- EXERCISE DETAILS
Search the data for the string "readBackOk" and copy each line where it turns up.

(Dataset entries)
--- START ---

import { InputError, present, requireRange, type ChemWarning } from './errors';
import { oxygenSaturationMgL, STANDARD_PRESSURE_KPA } from './oxygen';
import { DEFAULT_PROFILE, profileRef, type MethodProfile, type ProfileRef } from './profiles';
import { kelvin } from './water';

/**
 * Nernst slope of an ideal pH electrode, mV per pH unit: 1000 · ln10 · R T / F, with
 * R = 8.314462618 J/(mol·K), F = 96485.33212 C/mol (CODATA 2018). 59.16 mV at 25 °C.
 */
export function nernstSlopeMvPerPh(tempC: number): number {
  if (!present('tempC', tempC)) throw new InputError('tempC', 'tempC is required.');
  requireRange('tempC', tempC, -2, 100, '°C');
  return (1000 * Math.LN10 * 8.314462618 * kelvin(tempC)) / 96485.33212;
}

export interface PhBufferReading {
  /** the buffer's pH at its temperature (from the bottle's table) */
  bufferPH: number;
  /** electrode potential read in the buffer, mV */
  mV: number;
  tempC: number;
}

export type CheckStatus = 'pass' | 'fail' | 'incomplete';

export interface PhCalibrationResult {
  status: CheckStatus;
  pass: boolean;
  buffers: number;
  /** electrode slope as % of the Nernst slope at the buffers' mean temperature */
  slopePercent?: number;
  slopeMvPerPh?: number;
  /** electrode potential at pH 7, mV, with its sign */
  offsetMv?: number;
  /** each buffer read back through the fitted line */
  readBack: Array<{ bufferPH: number; readPH: number; errorPH: number }>;
  warnings: ChemWarning[];
  profile: ProfileRef;
}

/**
 * pH meter calibration from two or more buffers (USGS NFM A6.4; ASTM D1293). The first two
 * buffers give the line mV = E₇ + s (pH − 7): the slope s (as % of Nernst at the buffers' mean
 * temperature) and the offset E₇; further buffers are checks read back through that line. Pass: slope within the profile's limits (default 95–102 %, memory) and
 * |E₇| ≤ 30 mV (memory), and every buffer reading back within ±0.1 pH (a third buffer as check).
 * One buffer gives an offset only, with a warning, never a made-up slope.
 */
export function phCalibration(
  readings: PhBufferReading[],
  profile: MethodProfile = DEFAULT_PROFILE,
  options: { samplePH?: number } = {},
): PhCalibrationResult {
  if (!Array.isArray(readings) || readings.length === 0) throw new InputError('readings', 'Enter at least one buffer reading.');
  readings.forEach((r, i) => {
    if (!present(`readings[${i}].bufferPH`, r.bufferPH)) throw new InputError(`readings[${i}].bufferPH`, 'Buffer pH is required.');
    requireRange(`readings[${i}].bufferPH`, r.bufferPH, 0, 14, '');
    if (!present(`readings[${i}].mV`, r.mV)) throw new InputError(`readings[${i}].mV`, 'mV is required.');
    requireRange(`readings[${i}].mV`, r.mV, -1000, 1000, 'mV');
    if (!present(`readings[${i}].tempC`, r.tempC)) throw new InputError(`readings[${i}].tempC`, 'Buffer temperature is required.');
    requireRange(`readings[${i}].tempC`, r.tempC, -2, 60, '°C');
  });
  const warnings: ChemWarning[] = [];
  const pc = profile.phCalibration;
  const ref = profileRef(profile);
  const meanT = readings.reduce((s, r) => s + r.tempC, 0) / readings.length;
  const nernst = nernstSlopeMvPerPh(meanT);
  const distinct = new Set(readings.map((r) => r.bufferPH)).size;

  if (distinct < 2) {
    const r = readings[0]!;
    // offset only, assuming the Nernst slope
    const offsetMv = r.mV + nernst * (r.bufferPH - 7);
    warnings.push({
      code: 'single-buffer',
      message: 'Only one buffer: the slope cannot be checked. Calibrate with two buffers that bracket the samples, and a third as a check.',
      field: 'readings',
    });
    return { status: 'incomplete', pass: false, buffers: readings.length, offsetMv, readBack: [], warnings, profile: ref };
  }

  // The first two buffers calibrate (a two-point line); any further buffers are check buffers,
  // read back through that line (field-practice.md §2: two bracketing buffers, a third as check).
  const [b1, b2] = readings.length >= 2 && readings[0]!.bufferPH !== readings[1]!.bufferPH
    ? [readings[0]!, readings[1]!]
    : [readings[0]!, readings.find((r) => r.bufferPH !== readings[0]!.bufferPH)!];
  const n = readings.length;
  const slope = (b2.mV - b1.mV) / (b2.bufferPH - b1.bufferPH); // mV per pH, negative for a working electrode
  const offsetMv = b1.mV - slope * (b1.bufferPH - 7);
  const slopePercent = (-slope / nernst) * 100;
  const readBack = readings.map((r) => {
    const readPH = 7 + (r.mV - offsetMv) / slope;
    return { bufferPH: r.bufferPH, readPH, errorPH: readPH - r.bufferPH };
  });

  const spreadT = Math.max(...readings.map((r) => r.tempC)) - Math.min(...readings.map((r) => r.tempC));
  if (spreadT > 2) {
    warnings.push({ code: 'buffer-temperatures', message: `The buffers differ by ${spreadT.toFixed(1)} °C: let them reach the same temperature as the sample.`, field: 'readings' });
  }
  const slopeOk = slopePercent >= pc.slopeMinPercent && slopePercent <= pc.slopeMaxPercent;
  const offsetOk = Math.abs(offsetMv) <= pc.offsetMaxMv;
  const readBackOk = readBack.every((b) => Math.abs(b.errorPH) <= pc.checkBufferTolerance);
  if (!slopeOk) {
    warnings.push({
      code: 'ph-slope',
      message: `Slope ${slopePercent.toFixed(1)} % of Nernst is outside ${pc.slopeMinPercent}–${pc.slopeMaxPercent} %: clean or replace the electrode, use fresh buffers, and recalibrate.`,
    });
  }
  if (!offsetOk) {
    warnings.push({ code: 'ph-offset', message: `Offset ${offsetMv.toFixed(1)} mV at pH 7 exceeds ±${pc.offsetMaxMv} mV: check the reference junction and fill solution.` });
  }
  if (!readBackOk) {
    const worst = readBack.reduce((a, b) => (Math.abs(b.errorPH) > Math.abs(a.errorPH) ? b : a));
    warnings.push({
      code: 'ph-check-buffer',
      message: `Buffer ${worst.bufferPH} reads back as ${worst.readPH.toFixed(2)} (off by more than ${pc.checkBufferTolerance}): the electrode is not linear; recalibrate.`,
    });
  }
  if (options.samplePH !== undefined) {
    const lo = Math.min(...readings.map((r) => r.bufferPH)), hi = Math.max(...readings.map((r) => r.bufferPH));
    if (options.samplePH < lo || options.samplePH > hi) {
      warnings.push({ code: 'ph-not-bracketed', message: `The sample pH ${options.samplePH} lies outside the buffers (${lo}–${hi}): calibrate with buffers that bracket it.` });
    }
  }
  if (n === 2) {
    warnings.push({ code: 'no-check-buffer', message: 'Two buffers: add a third buffer as a check (within ±0.1 pH).', field: 'readings' });
  }
  const pass = slopeOk && offsetOk && readBackOk;
  return { status: pass ? 'pass' : 'fail', pass, buffers: n, slopePercent, slopeMvPerPh: slope, offsetMv, readBack, warnings, profile: ref };
}

export interface ScStandardCheck {
  deviationPercent: number;
  limitPercent: number;
  pass: boolean;
  profile: ProfileRef;
}

/**
 * Conductivity check standard: % deviation of the meter's SC (at 25 °C) from the standard's value
 * at 25 °C. Limits from the profile: ±5 % at ≤ 100 µS/cm, ±3 % above (NFM A6.3; memory).
 * Example standard: 0.01 mol/L KCl = 1413 µS/cm at 25 °C (EPA 120.1 / ASTM D1125; memory).
 */
export function conductivityStandardCheck(
  standardUsPerCm: number,
  readingUsPerCm: number,
  profile: MethodProfile = DEFAULT_PROFILE,
): ScStandardCheck {
  if (!present('standardUsPerCm', standardUsPerCm)) throw new InputError('standardUsPerCm', 'Enter the standard’s value.');
  requireRange('standardUsPerCm', standardUsPerCm, 0.1, 500000, 'µS/cm');
  if (!present('readingUsPerCm', readingUsPerCm)) throw new InputError('readingUsPerCm', 'Enter the meter reading.');
  requireRange('readingUsPerCm', readingUsPerCm, 0, 500000, 'µS/cm');
  const sc = profile.scCalibration;
  const limit = (standardUsPerCm <= sc.switchAtUsPerCm ? sc.relAtOrBelow : sc.relAbove) * 100;
  const deviationPercent = (100 * (readingUsPerCm - standardUsPerCm)) / standardUsPerCm;
  return { deviationPercent, limitPercent: limit, pass: Math.abs(deviationPercent) <= limit + 1e-9, profile: profileRef(profile) };
}

export interface DoAirCheck {
  theoreticalMgL: number;
  differenceMgL: number;
  readingPercent: number;
  pass: boolean;
  profile: ProfileRef;
}

/**
 * DO air (or air-saturated water) calibration check: the reading against the theoretical
 * saturation at the true barometric pressure, temperature and salinity (Benson & Krause; USGS OWQ
 * memo 2011.03), within ±0.2 mg/L by default (NFM A6.2; memory).
 */
export function doAirCalibrationCheck(
  readingMgL: number,
  tempC: number,
  pressureKPa = STANDARD_PRESSURE_KPA,
  salinity = 0,
  profile: MethodProfile = DEFAULT_PROFILE,
): DoAirCheck {
  if (!present('readingMgL', readingMgL)) throw new InputError('readingMgL', 'Enter the DO reading.');
  requireRange('readingMgL', readingMgL, 0, 30, 'mg/L');
  const theoreticalMgL = oxygenSaturationMgL(tempC, pressureKPa, salinity);
  const differenceMgL = readingMgL - theoreticalMgL;
  return {
    theoreticalMgL,
    differenceMgL,
    readingPercent: (100 * readingMgL) / theoreticalMgL,
    pass: Math.abs(differenceMgL) <= profile.doCalibration.absMgL + 1e-9,
    profile: profileRef(profile),
  };
}

export interface CheckEvent {
  /** ms since epoch */
  timeMs: number;
  pass: boolean;
}

export type Coverage = 'bracketed' | 'before-only' | 'after-only' | 'none';

/**
 * Whether a sample is covered by passing checks of its meter: "all field data must be bracketed
 * by passing calibration or verification" (NFM A6; field-practice.md §2). A passing check within
 * the profile's window before and after the sample → 'bracketed'; one side only → 'before-only' or
 * 'after-only'; neither → 'none' (the sample is flagged).
 */
export function calibrationCoverage(sampleTimeMs: number, events: CheckEvent[], profile: MethodProfile = DEFAULT_PROFILE): Coverage {
  if (!present('sampleTimeMs', sampleTimeMs)) throw new InputError('sampleTimeMs', 'The sample time is required.');
  const win = profile.calibrationWindowHours * 3600_000;
  const passing = events.filter((e) => e.pass && Number.isFinite(e.timeMs));
  const before = passing.some((e) => e.timeMs <= sampleTimeMs && sampleTimeMs - e.timeMs <= win);
  const after = passing.some((e) => e.timeMs > sampleTimeMs && e.timeMs - sampleTimeMs <= win);
  return before && after ? 'bracketed' : before ? 'before-only' : after ? 'after-only' : 'none';
}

--- END ---

- ANSWER FOR THIS EXERCISE
  const readBackOk = readBack.every((b) => Math.abs(b.errorPH) <= pc.checkBufferTolerance);
  if (!readBackOk) {
  const pass = slopeOk && offsetOk && readBackOk;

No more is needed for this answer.